# What to produce:
Pull every line from the records that has the word "severity" in it.

Top of Records provided

def test_unknown_keys_are_refused_with_line_and_allowed_keys(tmp_path):
    text = STUDY_YAML.format(runs="runs.csv").replace("recovery_pct: 95", "recovery_pc: 95")
    text += "titel: A second title\n"
    problems = yaml_problems(tmp_path, text)
    t = only(problems, "unknown key 'recovery_pc'")
    assert (t.file, t.line, t.key, t.found) == ("ST-1/study.yaml", 11, "targets.recovery_pc",
                                                "recovery_pc")
    assert "did you mean 'recovery_pct'" in t.message
    assert t.expected == ("one of recovery_pct, max_rsd_pct, mass_balance_pct, "
                          "ratio_agreement_log, level, lack_of_fit_alpha, purity_pct")
    top = only(problems, "unknown key 'titel'")
    assert (top.line, top.key) == (18, "titel")
    assert "title" in top.expected and "procedures" in top.expected
    assert problems.index(t) < problems.index(top)   # in file order


def test_duplicate_yaml_key(tmp_path):
    text = STUDY_YAML.format(runs="runs.csv") + "runs: other.csv\n"
    p = only(yaml_problems(tmp_path, text), "appears twice")
    assert (p.line, p.key) == (18, "runs")
    assert "line 9" in p.message


def test_missing_required_keys(tmp_path):
    text = replace_line(STUDY_YAML.format(runs="runs.csv"), "name: TX-1", "")
    text = replace_line(text, "title: Test study", "")
    problems = yaml_problems(tmp_path, text)
    only(problems, "missing key 'title'", key="title", line=2)
    only(problems, "missing key 'name'", key="analyte.name", line=2)


def test_bad_study_id_folder_name(tmp_path):
    folder = write_study(tmp_path, name="my study!")
    p = only(check_study(folder)[1], "not a valid study id")
    assert (p.file, p.found) == ("my study!", "my study!")
    assert "letters, digits" in p.expected


@pytest.mark.parametrize("old, new, key, message, found", [
    ("recovery_pct: 95", "  recovery_pct: high", "targets.recovery_pct", "must be a number",
     "high"),
    ("recovery_pct: 95", "  recovery_pct: 120", "targets.recovery_pct", "out of range", "120"),
    ("recovery_pct: 95", "  recovery_pct: 95\n  mass_balance_pct: 95",
     "targets.mass_balance_pct", "pair of percentages", "'95'"),
    ("recovery_pct: 95", "  recovery_pct: 95\n  mass_balance_pct: [110, 90]",
     "targets.mass_balance_pct", "from low to high", "[110, 90]"),
    ("recovery_pct: 95", "  recovery_pct: 95\n  max_rsd_pct: [5]", "targets.max_rsd_pct",
     "must be a number", "a list"),
    ("recovery_pct: 95", "  recovery_pct: \"95\"", "targets.recovery_pct", "must be a number",
     "95"),
])
def test_targets_of_wrong_type(tmp_path, old, new, key, message, found):
    text = replace_line(STUDY_YAML.format(runs="runs.csv"), old, new)
    p = only(yaml_problems(tmp_path, text), message, key=key)
    assert p.file == "ST-1/study.yaml" and p.line in (11, 12) and p.found == found


def test_targets_that_are_not_a_mapping(tmp_path):
    text = replace_line(STUDY_YAML.format(runs="runs.csv"), "recovery_pct: 95", "")
    text = text.replace("targets:\n", "targets: 95\n")
    p = only(yaml_problems(tmp_path, text), "targets must be a mapping")
    assert (p.line, p.key, p.found) == (10, "targets", "'95'")


def test_level_given_twice_differently(tmp_path):
    text = replace_line(STUDY_YAML.format(runs="runs.csv"), "model: base",
                        "  model: base\n  level: 10 ppm")
    text = text.replace("  recovery_pct: 95\n", "  recovery_pct: 95\n  level: 1 ppm\n")
    p = only(yaml_problems(tmp_path, text), "level is given twice")
    assert p.found == "'10 ppm' and '1 ppm'"


# -- the runs path -------------------------------------------------------------------------------

def test_runs_key_missing(tmp_path):
    text = replace_line(STUDY_YAML.format(runs="runs.csv"), "runs: runs.csv", "")
    p = only(yaml_problems(tmp_path, text), "missing key 'runs'")
    assert (p.file, p.line, p.key) == ("ST-1/study.yaml", 1, "runs")


def test_runs_file_does_not_exist(tmp_path):
    folder = write_study(tmp_path, runs=None)
    p = only(check_study(folder)[1], "does not exist")
    assert (p.file, p.line, p.key, p.found) == ("ST-1/study.yaml", 9, "runs", "ST-1/runs.csv")


@pytest.mark.parametrize("runs", ["../shared/runs.csv", "data/../../runs.csv"])
def test_runs_path_leaving_the_folder(tmp_path, runs):
    (tmp_path / "shared").mkdir()
    (tmp_path / "shared" / "runs.csv").write_text(RUNS_CSV)
    text = STUDY_YAML.format(runs=runs)
    p = only(yaml_problems(tmp_path, text), "must not leave the study folder")
    assert (p.line, p.key, p.found) == (9, "runs", runs)


@pytest.mark.parametrize("runs", ["/etc/runs.csv", "C:\\lab\\runs.csv", "~/runs.csv"])
def test_absolute_runs_path(tmp_path, runs):
    text = STUDY_YAML.format(runs=f"'{runs}'")
    p = only(yaml_problems(tmp_path, text), "must be relative")
    assert (p.line, p.key, p.found) == (9, "runs", runs)


def test_runs_symlink_leading_outside(tmp_path):
    outside = tmp_path / "elsewhere.csv"
    outside.write_text(RUNS_CSV)
    folder = write_study(tmp_path, runs=None)
    os.symlink(outside, folder / "runs.csv")
    p = only(check_study(folder)[1], "outside the study folder")
    assert (p.line, p.key, p.found) == (9, "runs", "runs.csv")


def test_unsupported_extension(tmp_path):
    folder = write_study(tmp_path, runs=RUNS_CSV, runs_name="runs.xls")
    p = only(check_study(folder)[1], "unsupported runs table type")
    assert (p.line, p.key, p.found) == (9, "runs", "runs.xls")
    assert ".csv" in p.expected and ".xlsx" in p.expected and ".ods" in p.expected


def test_runs_in_a_subfolder(tmp_path):
    folder = write_study(tmp_path, runs=RUNS_CSV, runs_name="data/runs.csv")
    study, problems = check_study(folder)
    assert problems == [] and study.inputs[1].path == "ST-1/data/runs.csv"


# -- procedures ----------------------------------------------------------------------------------

PROC = STUDY_YAML.format(runs="runs.csv")


def test_procedure_without_volumes(tmp_path):
    text = replace_line(PROC, "organic_mL: [10, 10, 10]", "")
    p = only(yaml_problems(tmp_path, text), "missing key 'organic_mL'")
    assert (p.line, p.key) == (13, "procedures[1].organic_mL")
    text = replace_line(PROC, "organic_mL: [10, 10, 10]", "    organic_mL: []")
    p = only(yaml_problems(tmp_path, text), "no organic portions")
    assert (p.line, p.key, p.found) == (17, "procedures[1].organic_mL", "[]")


def test_procedure_with_non_positive_volumes(tmp_path):
    text = replace_line(PROC, "organic_mL: [10, 10, 10]", "    organic_mL: [10, 0, -5]")
    problems = yaml_problems(tmp_path, text)
    hits = matching(problems, "out of range", key="procedures[1].organic_mL")
    assert [p.found for p in hits] == ["0", "-5"]
    assert all(p.line == 17 and "greater than 0" in p.expected for p in hits)
    text = replace_line(PROC, "aqueous_mL: 10", "    aqueous_mL: 0")
    p = only(yaml_problems(tmp_path, text), "out of range", key="procedures[1].aqueous_mL")
    assert (p.line, p.found) == (16, "0")


def test_procedure_missing_pH_and_aqueous_volume(tmp_path):
    text = replace_line(replace_line(PROC, "pH: 8.0", ""), "aqueous_mL: 10", "")
    problems = yaml_problems(tmp_path, text)
    only(problems, "missing key 'pH'", key="procedures[1].pH", line=13)
    only(problems, "missing key 'aqueous_mL'", key="procedures[1].aqueous_mL", line=13)


def test_duplicate_procedure_ids(tmp_path):
    text = PROC + ("  - id: P1\n    label: Once at pH 10\n    pH: 10\n    aqueous_mL: 25\n"
                   "    organic_mL: 30\n")
    p = only(yaml_problems(tmp_path, text), "duplicate procedure id")
    assert (p.line, p.key, p.found) == (18, "procedures[2].id", "P1")
    assert "line 13" in p.message


def test_procedure_pH_out_of_range(tmp_path):
    text = replace_line(PROC, "pH: 8.0", "    pH: 15")
    p = only(yaml_problems(tmp_path, text), "out of range")
    assert (p.line, p.key, p.found, p.expected) == (15, "procedures[1].pH", "15",
                                                    "a pH from 0 to 14")


def test_single_portion_as_a_number(tmp_path):
    text = replace_line(PROC, "organic_mL: [10, 10, 10]", "    organic_mL: 30")
    study, problems = check_csv(tmp_path, RUNS_CSV, text)
    assert problems == [] and study.procedures[0].organic_mL == (30.0,)


# -- all at once, no writes, discovery, demo -----------------------------------------------------

def test_every_problem_is_reported_at_once(tmp_path):
    csv = "\n".join([",".join(HEADER), "R1,7.0,10,10,100,40,59", "R2,16,10,10,100,20,79",
                     "R3,9.0,10,-20,100,5,96", "R1,9.0,10,20,100,5,96"]) + "\n"
    _, problems = check_csv(tmp_path, csv)
    assert [(p.line, p.run, p.column) for p in problems] == [
        (3, "R2", "pH"), (4, "R3", "organic_mL"), (5, "R1", "run")]
    assert all(p.severity == "error" for p in problems)


def test_problems_in_yaml_and_table_together(tmp_path):
    text = replace_line(PROC, "model: base", "  model: basic")
    folder = write_study(tmp_path, yaml_text=text, runs=runs_with("R2,seven,10,10,100,20,79"))
    problems = check_study(folder)[1]
    assert [(p.file, p.line) for p in problems] == [("ST-1/study.yaml", 4),
                                                     ("ST-1/runs.csv", 3)]


def test_reading_never_writes_into_the_study_folder(tmp_path):
    good = write_study(tmp_path, "ST-1")
    bad = write_study(tmp_path, "ST-2", runs=runs_with("R2,seven,10,10,100,20,79"))
    book = write_study(tmp_path, "ST-3", runs=None, runs_name="runs.xlsx")
    write_xlsx(book / "runs.xlsx", {1: HEADER, 2: ROWS[0], 3: ROWS[1]})
    sheet = write_study(tmp_path, "ST-4", runs=None, runs_name="runs.ods")
    write_ods(sheet / "runs.ods", [HEADER, *ROWS])
    before = {f: snapshot(f) for f in (good, bad, book, sheet)}
    for folder in before:
        check_study(folder)
        try:
            load_study(folder)
        except StudyError:
            pass
    assert discover_studies(tmp_path) == [good, bad, book, sheet]
    assert {f: snapshot(f) for f in before} == before
    assert check_study(good)[0] is not None and check_study(bad)[0] is None


def test_discover_studies(tmp_path):
    write_study(tmp_path / "all", "ST-B")
    write_study(tmp_path / "all", "ST-A")
    (tmp_path / "all" / "notes").mkdir()
    assert [p.name for p in discover_studies(tmp_path / "all")] == ["ST-A", "ST-B"]
    assert discover_studies(tmp_path / "all" / "ST-A") == [tmp_path / "all" / "ST-A"]
    with pytest.raises(StudyError) as info:
        discover_studies(tmp_path / "all" / "notes")
    (p,) = info.value.problems
    assert p.file == "all/notes" and "no study here" in p.message
    with pytest.raises(StudyError) as info:
        discover_studies("nowhere")
    assert info.value.problems[0].file == "nowhere"


@pytest.mark.parametrize("study_id", sorted(DEMO))
def test_demo_studies_load_without_errors(study_id, monkeypatch):
    monkeypatch.chdir(REPO)
    study, problems = check_study(Path("studies") / study_id)
    assert errors(problems) == [], "\n".join(map(str, problems))
    n_runs, n_excluded, model = DEMO[study_id]
    assert (len(study.runs), len(study.excluded_runs), study.model) == (n_runs, n_excluded,
                                                                        model)
    assert study.study_id == study_id and study.procedures


def test_demo_base_study_is_a_european_csv():
    data = (REPO / "studies" / "HPA-2026-014" / "runs.csv").read_bytes()
    table, problems = read_table(REPO / "studies" / "HPA-2026-014" / "runs.csv")
    assert data.startswith(b"\xef\xbb\xbf") and problems == []
    assert table.separator == ";" and table.decimal_comma


# -- no traceback, whatever the bytes ------------------------------------------------------------

_settings = settings(max_examples=150, deadline=None,
                     suppress_health_check=[HealthCheck.function_scoped_fixture])


@_settings
@given(data=st.one_of(st.binary(max_size=300),
                      st.lists(st.sampled_from(["run", "pH", "7,25", "7.5", "", "-1", '"',
                                                "R1", "1e400", "nan", "\ufeff", "\r\n", "\n",
                                                ",", ";", "\t", "spiked", "found_organic",
                                                "recovery_pct", "excluded", "200"]),
                               max_size=60).map(lambda parts: "".join(parts).encode())))
def test_any_runs_bytes_give_problems_not_tracebacks(tmp_path, data):
    folder = write_study(tmp_path, runs=data)
    study, problems = check_study(folder)
    assert (study is None) == any(p.severity == "error" for p in problems)
    assert all(p.file for p in problems)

Bottom of Records provided

# Exercise result:
    assert all(p.severity == "error" for p in problems)
    assert (study is None) == any(p.severity == "error" for p in problems)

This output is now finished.